In this section, we evaluate the performance of our proposed method in (i) biclustering, varying the cluster sizes and the sample size and (ii) one-dimensional row clustering, compared to that of double k-means (Vichi, 2001) and standard k-means, respectively.

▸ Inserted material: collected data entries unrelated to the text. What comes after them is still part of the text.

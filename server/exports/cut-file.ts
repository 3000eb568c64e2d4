import {
  exportFile,
  type ExportFile,
  type ExportFormat,
  type ExportOptions,
} from '#geometry/formats/export.ts';
import { type SectionVersion } from '#server/contracts/sections.ts';

/** The cut file of a version, which says what it is and how the version stands at this moment. */
export function cutFileOf<Format extends ExportFormat>(
  version: SectionVersion,
  format: Format,
  options: ExportOptions[Format],
): ExportFile {
  const identity = {
    sectionName: version.sectionName,
    versionNumber: version.number,
    status: version.status,
    designation: version.description,
    checksum: version.checksum,
  };
  return exportFile(format, version.shape, identity, options);
}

(i) We set $R=3$, $C=2$ and $q=3$ or 5. The cutpoint values are obtained such that the response categories have equal probabilities for the baseline row and column cluster. That is, $P(Y_{ij}=1)=P(Y_{ij}=2)=\cdots =P(Y_{ij}=q)$ when row i belongs to the first row cluster and column j belongs to the first column cluster. The cutpoint values are $\{{\mathit{\mu }}_1=log(1/2),{\mathit{\mu }}_2=log(2)\}$ when $q=3$, and $\{{\mathit{\mu }}_1=log(1/4),{\mathit{\mu }}_2=log(2/3),{\mathit{\mu }}_3=log(3/2),{\mathit{\mu }}_4=log(4)\}$ when $q=5$. We consider $({\mathit{\alpha }}_1,{\mathit{\alpha }}_2,{\mathit{\alpha }}_3)=(0,1,2)$, $({\mathit{\beta }}_1,{\mathit{\beta }}_2)=(0,-1)$ and ${\mathit{\pi }}_1={\mathit{\pi }}_2={\mathit{\pi }}_3=1/3$. We vary n, p, q and $({\mathit{\kappa }}_1,{\mathit{\kappa }}_2)$ as $n=(9,30,99)$, $p=(10,20,100)$, $q=(3,5)$ and $({\mathit{\kappa }}_1,{\mathit{\kappa }}_2)=(0.5,0.5)$, $(0.4,0.6)$, $(0.3,0.7)$, $(0.2,0.8)$. The case with balanced column clusters assumes $({\mathit{\kappa }}_1,{\mathit{\kappa }}_2)=(0.5,0.5)$. For an unbalanced case, the scenarios are from $(0.4,0.6)$ to $(0.2,0.8)$.

The response $\{Y_{ij}\}$ values are generated from a categorical distribution with size 1 and probabilities constrained as in expression (1). We assign the first 1/3 of rows to row cluster 1, the second 1/3 to row cluster 2 and the last 1/3 to row cluster 3. Similarly, the first $1/{\mathit{\kappa }}_1$ of columns are assigned to column cluster 1, and the rest of the columns to column cluster 2. We simulate 100 data sets for each scenario.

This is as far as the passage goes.